Sermons

Summary: It has to do with Messianic expectations.

Friday of the Fourth Week of Easter 2025

Why is it, do you think, that the vast majority of the Jews living in the early days of the Church found themselves unable to believe in Jesus as the Messiah and Son of God, the answer to their prayers and the fulfillment of the OT? After all, He had lived three years with the people of Galilee and Judea, performing healings everywhere and sharing teachings that seemed to round out the message of Torah. Here in the Acts of the Apostles, chapter 13, Paul is summarizing the whole history of Israel held in the hands of God and saved by God for a mission to the whole world. Yesterday we heard the story up until John the Baptist told his listeners that he himself was only a preparatory messenger, not the Messiah. Today we heard Paul proclaiming Jesus as Son of God and Messiah, but one not recognized by the authorities, who then fulfilled all the prophecies of the Suffering Servant by murdering Him, after which God raised Him up as Messiah and Lord.

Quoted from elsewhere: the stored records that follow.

/// <reference types="vite/client" />
import type { CopeAdvice, ProposedCope, ProposedSize } from '../../core/advice/copeFromSupport.ts';
import { showQuantity } from '../../core/units/printQuantity.ts';
import { unitOf } from '../../core/units/systems.ts';
import { adviceWordsFor } from '../../core/words/adviceWords.ts';
import { capital } from '../../core/words/capital.ts';
import { RichText } from '../ladder/RichText.tsx';
import { WorkingLines } from '../ladder/WorkingLines.tsx';
import { workingLines } from '../ladder/workingLines.ts';
import { singleKeys } from '../shell/singleKeys.ts';
import { region, units, words } from '../state/bench.ts';
import { isTaken, proposal, takeable } from './proposal.ts';
import { takeProposal } from './takeProposal.ts';

const names = { length: 'Length', depth: 'Depth', radius: 'Corner R' } as const;

const size = (value: number): string => showQuantity(value, '1,0', units.value);

const SizeRow = ({ field, value, rule, working }: ProposedSize) => (
  <li>
    <p>
      <b>
        {names[field.split('.')[1] as keyof typeof names]} {size(value)} {unitOf('1,0', units.value).name}
      </b>{' '}
      {adviceWordsFor(region.value).rules[rule]}
    </p>
    <WorkingLines lines={workingLines({ working, symbol: '', clause: '' })} />
  </li>
);

const Cope = ({ edge, proposed }: { readonly edge: 'Top' | 'Bottom'; readonly proposed: ProposedCope | null }) => (
  <>
    <h4>
      {edge} {words.value.cope}: {proposed ? `${size(proposed.cope.length)} by ${size(proposed.cope.depth)}` : 'none'}
    </h4>
    {proposed ? (
      <ul class="proposed-sizes">
        {proposed.sizes.map((one) => (
          <SizeRow key={one.field} {...one} />
        ))}
      </ul>
    ) : (
      <p>{adviceWordsFor(region.value).noneNeeded}</p>
    )}
  </>
);

/** What no size can meet. */
const Unmet = ({ unmet, faults }: CopeAdvice) => (
  <>
    {unmet.length > 0 && (
      <div class="field-fault">
        {adviceWordsFor(region.value).unmet}
        <ul>
          {unmet.map(({ id, title, reasonText }) => (
            <li key={id}>
              {title}
              {reasonText && (
                <>
                  {': '}
                  <RichText text={reasonText} />
                </>
              )}
            </li>
          ))}
        </ul>
      </div>
    )}
    {faults.map(({ code, path, text }) => (
      <p key={code + path} class="field-fault">
        {capital(text)}
      </p>
    ))}
  </>
);

const TakeButton = () => (
  <p class="proposed-take">
    <button
      type="button"
      class="button"
      aria-disabled={isTaken.value}
      aria-keyshortcuts={singleKeys.value ? 'C' : undefined}
      onClick={takeProposal}
    >
      Take this cut
    </button>{' '}
    {isTaken.value ? 'The end has this cut.' : singleKeys.value && 'or press C while no field has focus'}
  </p>
);

/** The copes that the support asks for, size by size with rule and numbers, to be taken as one step. */
export const CopeProposal = () => {
  const it = proposal.value;
  if (!it) return null;
  return (
    <section class="proposed" aria-labelledby="proposed-title">
      <h3 id="proposed-title">Cut that the support asks for</h3>
      {'sentences' in it ? (
        it.sentences.map((text) => <p key={text}>{text}</p>)
      ) : (
        <>
          <Cope edge="Top" proposed={it.advice.top} />
          <Cope edge="Bottom" proposed={it.advice.bottom} />
          <Unmet {...it.advice} />
          {takeable.value && <TakeButton />}
        </>
      )}
    </section>
  );
};
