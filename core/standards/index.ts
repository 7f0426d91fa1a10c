import { sans10162 } from './sans10162/index.ts';
import type { Standard } from './standard.ts';

/** Every design standard, by its id. */
export const standards: Readonly<Record<string, Standard>> = { [sans10162.id]: sans10162 };
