import type { FitName, StrengthName } from '../end/checkNames.ts';
import type { Gate, Limit } from '../end/gates.ts';
import type { Condition, Constant, Source, Tree } from '../formula/tree.ts';
import type { Length } from '../units/dimension.ts';

/** One section, leg or direction in which a check is made. */
export interface Way {
  /** Names the way where a check has several: `up`, `along`, `rectangle`, `tee`; empty where it has one. */
  readonly of: string;
  /** Symbol under which the demand stands in tables, such as `R_max` or `V e_c`. */
  readonly symbol: string;
  /** Grows in proportion to its load (V, or T for tie forces). */
  readonly demand: Tree;
  readonly resistance: Tree;
  readonly load: 'V' | 'T';
  /** Not applicable under any of these. */
  readonly off?: readonly Gate[];
  readonly limits?: readonly Limit[];
  /** Used up by any load at all when this is met; no demand can then be stated. */
  readonly unbounded?: Condition;
  /** Numbers without a verdict while this is met. */
  readonly informs?: Condition;
  /** Where the way's source differs from the check's. */
  readonly source?: Source;
}

/** How a standard answers one way of failing. */
export interface StrengthRule {
  readonly source: Source;
  readonly ways: readonly Way[];
}

/** One comparison of a rule of geometry: what is given against the least or the most allowed, mm. */
export interface FitPart {
  readonly of: string;
  readonly given: Tree<Length>;
  readonly least?: Tree<Length>;
  readonly most?: Tree<Length>;
  readonly off?: readonly Gate[];
  /** Cannot be built while this is met: fails, whatever `else` says. */
  readonly clash?: Condition;
}

/** How a standard answers one rule of geometry; `breach` is the state of an end that breaks it. */
export interface FitRule {
  readonly source: Source;
  readonly breach: 'fails' | 'refer';
  readonly parts: readonly FitPart[];
}

/** The standard has no such check; `covered` names the one that contains it. */
export interface NoRule {
  readonly noRule: true;
  readonly covered?: StrengthName;
}

export const noRule = (covered?: StrengthName): NoRule => ({ noRule: true, ...(covered && { covered }) });
export const isNoRule = (rule: StrengthRule | FitRule | NoRule): rule is NoRule => 'noRule' in rule;

/** Materials, bolts and holes as a standard admits them. MPa, mm. */
export interface Materials {
  readonly grades: readonly string[];
  /** fy and fu of a grade at a thickness; undefined outside the grade's range. */
  readonly strengthAt: (grade: string, thickness: number) => { readonly fy: number; readonly fu: number } | undefined;
  readonly boltGrades: readonly string[];
  readonly boltStrength: (grade: string, diameter: number) => number | undefined;
  /** Nominal hole of a bolt. */
  readonly holeFor: (diameter: number) => number;
  /** Hole diameter in net areas. */
  readonly netHole: (hole: number, made: 'drilled' | 'punched') => number;
  /** How holes are taken when the file does not say. */
  readonly holesAssumed: 'drilled' | 'punched';
  /** Weld metal taken when the file does not say. */
  readonly electrode: number;
}

/** One design standard: every check name answered, the compiler sees to it. */
export interface Standard {
  readonly id: string;
  readonly title: string;
  readonly edition: string;
  readonly level: 'factored' | 'service';
  /** Values of each option, the default first. */
  readonly options: Readonly<Record<string, readonly [string, ...string[]]>>;
  /** Resistance factors, for print. */
  readonly factors: readonly Constant[];
  readonly materials: Materials;
  readonly strength: Readonly<Record<StrengthName, StrengthRule | NoRule>>;
  readonly fit: Readonly<Record<FitName, FitRule | NoRule>>;
  /** How far each check is verified against numbers that the program did not make. */
  readonly verified: Readonly<Partial<Record<StrengthName | FitName, 'published' | 'theory' | 'hand'>>>;
  /** Codes of notes (core/words) that the standard prints, each while its condition is met. */
  readonly notes: readonly { readonly code: string; readonly when: Condition }[];
}
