import type { CheckPage, Said, StandardPage, WayPage } from '../../core/check/standardPage.ts';
import type { FormulaRow } from '../../core/formula/formulary.ts';
import { optionName, optionValue } from '../../core/words/optionWords.ts';
import { verifiedWords } from '../../core/words/verifiedWords.ts';
import { hanging, WIDTH, wrap } from './wrap.ts';

const caseText = (when: string): string => (when === '' ? '' : when === 'otherwise' ? ', otherwise' : ` where ${when}`);

const compares = (text: string): boolean => /[≤<>≥]/.test(text);

const formulaLines = ({ symbol, cases, under, note }: FormulaRow): string[] => [
  ...cases.flatMap(({ expression, when }, at) =>
    hanging(at === 0 ? `  ${symbol} = ` : `  ${' '.repeat(symbol.length)} = `, `${expression}${caseText(when)}`),
  ),
  ...(under ? wrap(`for ${under}`, WIDTH - 6).map((line) => `      ${line}`) : []),
  ...(note ? wrap(note, WIDTH - 6).map((line) => `      ${line}`) : []),
];

const wayLines = ({ of, formulas }: WayPage): string[] => [
  ...(of ? [`  ${of}:`] : []),
  ...formulas.flatMap(formulaLines),
];

const saidLine = (lead: string, all: readonly Said[]): string[] => {
  if (all.length === 0) return [];
  const reasons = all.map(({ when, reason }) => (compares(when) ? `${reason} (${when})` : reason));
  return hanging(`  ${lead}: `, [...new Set(reasons)].join('; '));
};

const checkLines = (check: CheckPage): string[] => {
  if (check.noRule) return [`${check.title} (${check.id}): ${check.noRule}`];
  const verified = check.verified ? verifiedWords[check.verified] : '';
  return [
    ...wrap(`${check.title} (${check.id}); ${check.clause}, ${check.basis}; ${verified}`, WIDTH),
    ...check.ways.flatMap(wayLines),
    ...saidLine('refers', check.refers),
    ...saidLine('not applicable', check.notApplicable),
  ];
};

/** A standard for a person: edition, factors, options, and every check in symbols; 100 columns. */
export const printStandard = (page: StandardPage): string => {
  const options = Object.entries(page.options).map(([key, values]) =>
    hanging(`  ${key}  `, `${optionName(key)}: ${values.map(optionValue).join(', ')}`).join('\n'),
  );
  const blocks: string[][] = [
    [`${page.title}:${page.edition} (${page.id}), ${page.level} reactions`],
    hanging(
      'Factors: ',
      page.factors.map(({ symbol, value }) => `${symbol} = ${Number(value.toPrecision(6))}`).join(', '),
    ),
    ['Options, the default first:', ...options],
    hanging('Steels of sections: ', page.grades.join(', ')),
    hanging('Steels of plates: ', page.plateGrades.join(', ')),
    hanging('Bolts: ', page.boltGrades.join(', ')),
    ...page.checks.map(checkLines),
    wrap('Local codes govern; licensed practice decides.', WIDTH),
  ];
  return `${blocks.map((lines) => lines.join('\n')).join('\n\n')}\n`;
};
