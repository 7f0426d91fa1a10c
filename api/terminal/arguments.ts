import { parseArgs } from 'node:util';
import { nearest } from '../../core/steel/nearest.ts';

type Kind = 'boolean' | 'string';

interface Command {
  readonly options: Readonly<Record<string, Kind>>;
  /** Most files that it takes. */
  readonly files: number;
}

const commands = {
  check: { options: { working: 'boolean', json: 'boolean', ndjson: 'boolean' }, files: 1 },
  sheet: { options: { output: 'string', workings: 'string' }, files: 1 },
  card: {
    options: { family: 'string', sections: 'string', rows: 'string', output: 'string', json: 'boolean' },
    files: 1,
  },
  standards: { options: {}, files: 1 },
  serve: { options: { port: 'string', host: 'string' }, files: 0 },
  help: { options: {}, files: 1 },
} as const satisfies Readonly<Record<string, Command>>;

export type CommandName = keyof typeof commands;

/** What was asked for: a command, the file it names, and its options. */
export interface Asked {
  readonly command: CommandName | 'version';
  readonly file: string | undefined;
  readonly flags: ReadonlySet<string>;
  readonly values: Readonly<Record<string, string>>;
}

/** Why the arguments cannot be followed, in one sentence. */
export interface NotUnderstood {
  readonly sentence: string;
}

const unknown = (what: string, known: readonly string[]): NotUnderstood => {
  const [closest] = nearest(what, known, 1);
  return { sentence: `${what} is not known here; ${closest ? `nearest: ${closest}` : `known: ${known.join(', ')}`}.` };
};

const isCommand = (name: string): name is CommandName => Object.hasOwn(commands, name);

/** Reads the arguments of the command line, which name a command first. */
export const readArguments = (args: readonly string[]): Asked | NotUnderstood => {
  const [first = 'help', ...rest] = args;
  if (first === '--version' || first === '-v')
    return { command: 'version', file: undefined, flags: new Set(), values: {} };
  const name = first === '--help' || first === '-h' ? 'help' : first;
  if (!isCommand(name)) return unknown(first, [...Object.keys(commands), '--help', '--version']);
  return readOptions(name, commands[name], rest);
};

const readOptions = (
  command: CommandName,
  { options, files }: Command,
  rest: readonly string[],
): Asked | NotUnderstood => {
  const spec = Object.fromEntries(
    Object.entries(options).map(([name, type]) => [name, { type, ...(name === 'output' && { short: 'o' }) }]),
  );
  const { tokens } = parseArgs({ args: [...rest], options: spec, strict: false, allowPositionals: true, tokens: true });
  const flags = new Set<string>();
  const values: Record<string, string> = {};
  const given: string[] = [];
  for (const token of tokens) {
    if (token.kind === 'positional') given.push(token.value);
    if (token.kind !== 'option') continue;
    if (token.name === 'help' || token.name === 'h') return { command: 'help', file: undefined, flags, values };
    const kind = Object.hasOwn(options, token.name) ? options[token.name] : undefined;
    if (!kind)
      return unknown(
        token.rawName,
        Object.keys(options).map((one) => `--${one}`),
      );
    if (kind === 'boolean' && token.value !== undefined) return { sentence: `${token.rawName} takes no value.` };
    if (kind === 'boolean') flags.add(token.name);
    else if (token.value === undefined) return { sentence: `${token.rawName} needs a value.` };
    else values[token.name] = token.value;
  }
  if (given.length > files)
    return { sentence: `${given[files]} is one too many; ${command} takes ${files === 0 ? 'no file' : 'one file'}.` };
  return { command, file: given[0], flags, values };
};
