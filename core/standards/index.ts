import { admit, standards } from './known.ts';
import { sans10162 } from './sans10162/index.ts';

admit(sans10162);

/** Every design standard, by its id. */
export { standards };
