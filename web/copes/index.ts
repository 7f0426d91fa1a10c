export { CopeProposal } from './CopeProposal.tsx';
export { takeProposal } from './takeProposal.ts';
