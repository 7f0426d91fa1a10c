import { once } from 'node:events';
import type { Verdict } from '../../core/check/report.ts';

export const HOLDS = 0;
export const NOT_HELD = 1;
export const NOT_UNDERSTOOD = 2;

export const statusOf = (verdict: Verdict): number => (verdict === 'holds' ? HOLDS : NOT_HELD);

/** Writes to standard output no faster than it is read. */
export const print = async (text: string | Uint8Array): Promise<void> => {
  if (!process.stdout.write(text)) await once(process.stdout, 'drain');
};

/** Says a sentence beside the output, and gives the status of what was not understood. */
export const complain = (sentence: string): number => {
  process.stderr.write(`${sentence}\n`);
  return NOT_UNDERSTOOD;
};

/** A reader that closes the pipe has seen enough: the run ends there, and quietly. */
export const endWithReader = (): void => {
  process.stdout.on('error', (error: NodeJS.ErrnoException) => {
    if (error.code !== 'EPIPE') throw error;
    process.exit();
  });
};
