import { writeFile } from 'node:fs/promises';
import { END_MOST_BYTES } from '../checkText.ts';
import { type CardChoice, cardOfEnd, printCard } from '../makeCard.ts';
import type { Asked } from './arguments.ts';
import { printFaults } from './checkCommand.ts';
import { complain, HOLDS, print } from './output.ts';
import { fileSentence, readWhole } from './readFile.ts';

/** `2-8`, `2,3,4` or `3` as counts; undefined for anything else. */
const countsOf = (text: string): number[] | undefined => {
  const [, from, to] = /^(\d{1,2})-(\d{1,2})$/.exec(text.trim()) ?? [];
  if (from !== undefined && Number(from) <= Number(to)) {
    return Array.from({ length: Number(to) - Number(from) + 1 }, (_, i) => Number(from) + i);
  }
  const parts = text.split(',').map((one) => one.trim());
  return parts.every((one) => /^\d{1,2}$/.test(one)) ? parts.map(Number) : undefined;
};

const choiceOf = ({ family, sections, rows }: Asked['values']): CardChoice | undefined => {
  const counts = rows === undefined ? undefined : countsOf(rows);
  if (rows !== undefined && !counts) return undefined;
  const names = sections
    ?.split(',')
    .map((one) => one.trim())
    .filter(Boolean);
  return {
    ...(family !== undefined && { family }),
    ...(names && { sections: names }),
    ...(counts && { rows: counts }),
  };
};

/** Makes the shop card of the end in a file; 0 where there is one. */
export const cardCommand = async ({ file, flags, values }: Asked): Promise<number> => {
  const { output } = values;
  const json = flags.has('json');
  if (file === undefined) return complain('card needs a file with an end as template, or - for standard input.');
  if (output === undefined && !json)
    return complain('card needs -o and the name of the PDF to write, or --json for the table.');
  if (output === '-' && json) return complain('One of the two can go to standard output: the table or the PDF.');
  const choice = choiceOf(values);
  if (!choice) return complain('--rows may be as 2-8, or as 2,3,5.');
  let at = file;
  try {
    const found = cardOfEnd(await readWhole(file, END_MOST_BYTES), choice);
    if ('faults' in found) return complain(printFaults(found.faults));
    if (json) await print(`${JSON.stringify(found.made.card)}\n`);
    if (output === undefined) return HOLDS;
    at = output;
    const { bytes } = await printCard(found.made);
    await (output === '-' ? print(bytes) : writeFile(output, bytes));
    return HOLDS;
  } catch (error) {
    return complain(fileSentence(at, error));
  }
};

So why did the Jews largely turn their backs and even try to murder the messengers, while the Gentiles favorable to Judaism embraced Paul’s teachings? It has to do with Messianic expectations. Jesus, in the language of today, missed checking all the Messianic boxes. Was He pure and sinless? Check. Was He virgin-born? Check. Was He a direct descendant of King David through His earthly father? Check. Was He teaching dynamically in accord with Torah? Check.

But was He mustering an army? Nope. Was He inspiring hatred for the occupying Romans? Not at all. He preached love for enemies. Was He supported by the leaders in Israel? No. They were afraid His movement would make the Romans take away their power. Was the center of His popular movement in the City of David? No. He was clearly a Galilean, and some even doubted His birth in Bethlehem, and the Jerusalem crowd despised Him. And a “suffering servant of the Lord”? That was too much to stomach. It helps explain why the Jerusalem crowd shouted “crucify Him” when Jesus was arrested, even though He had done nothing deserving of any punishment.

Remember that even after the Resurrection, and forty days spent in the presence of the Lord in glory, when it came time for Christ to ascend to the Father so He could send the Holy Ghost, some of the disciples still doubted. We cannot be surprised that the Jews of that day did not jump right on the Way of Jesus bandwagon.

Today’s Gospel tells us that Jesus discerned trouble in their hearts, and so He assured the disciples at that Last Supper that He would prepare a place in the kingdom for all of them. They were already nervous. The next day’s catastrophe would be too much for most of them to bear. Let’s not think that we would have had more faith than they did, if we had been with Jesus from the start. Only John came back to be a witness with Christ’s mother to His death. That didn’t look to the observer like what we read in the second psalm. He was a king on a rude cross with a crown of thorns, not with a golden crown on Zion’s holy hill. He was not breaking Roman heads with a rod of iron, or dashing them to pieces like a broken pot. But He would on the third day rise from death, and if death is defeated, then we really do not have anything to fear if we are in Christ. Blessed be His Holy Name forever.